### THE INPUT

------------------------------

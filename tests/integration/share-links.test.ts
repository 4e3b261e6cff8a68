import { createHash } from "node:crypto";
import { and, asc, count, eq, inArray, ne } from "drizzle-orm";
import ExcelJS from "exceljs";
import { beforeAll, describe, expect, it } from "vitest";
import { auditEvents, batches, correctiveActions, readings, shareLinks, shareLinkUses, verifications } from "~db/schema";
import { localDateOf } from "~/lib/records-export";
import { Client, signedIn } from "../helpers/client";
import { db, newTenant } from "../helpers/db";
import { linkIn, waitForMail } from "../helpers/maildev";
import { makeShareLink, sharedKitchen, uploadPhoto } from "../helpers/share";

type Kitchen = Awaited<ReturnType<typeof sharedKitchen>>;
const sha256 = (s: string) => createHash("sha256").update(s).digest("hex");

const usesOf = async (token: string) => {
  const [link] = await db.select({ id: shareLinks.id }).from(shareLinks).where(eq(shareLinks.tokenHash, sha256(token)));
  return db.select().from(shareLinkUses).where(eq(shareLinkUses.linkId, link.id)).orderBy(asc(shareLinkUses.at));
};

// What a write through a link could touch: none of these counts may move.
async function recordCounts(siteId: string) {
  const [b] = await db.select({ n: count() }).from(batches).where(eq(batches.siteId, siteId));
  const [r] = await db.select({ n: count() }).from(readings).where(eq(readings.siteId, siteId));
  const [a] = await db.select({ n: count() }).from(correctiveActions).where(eq(correctiveActions.siteId, siteId));
  const [v] = await db.select({ n: count() }).from(verifications).where(eq(verifications.siteId, siteId));
  return { batches: b.n, readings: r.n, actions: a.n, verifications: v.n };
}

------------------------------

### TASK
In the listing above, locate each line with "shareLinkUses" and copy it.

### RESPONSE TO THIS TASK
import { auditEvents, batches, correctiveActions, readings, shareLinks, shareLinkUses, verifications } from "~db/schema";
  return db.select().from(shareLinkUses).where(eq(shareLinkUses.linkId, link.id)).orderBy(asc(shareLinkUses.at));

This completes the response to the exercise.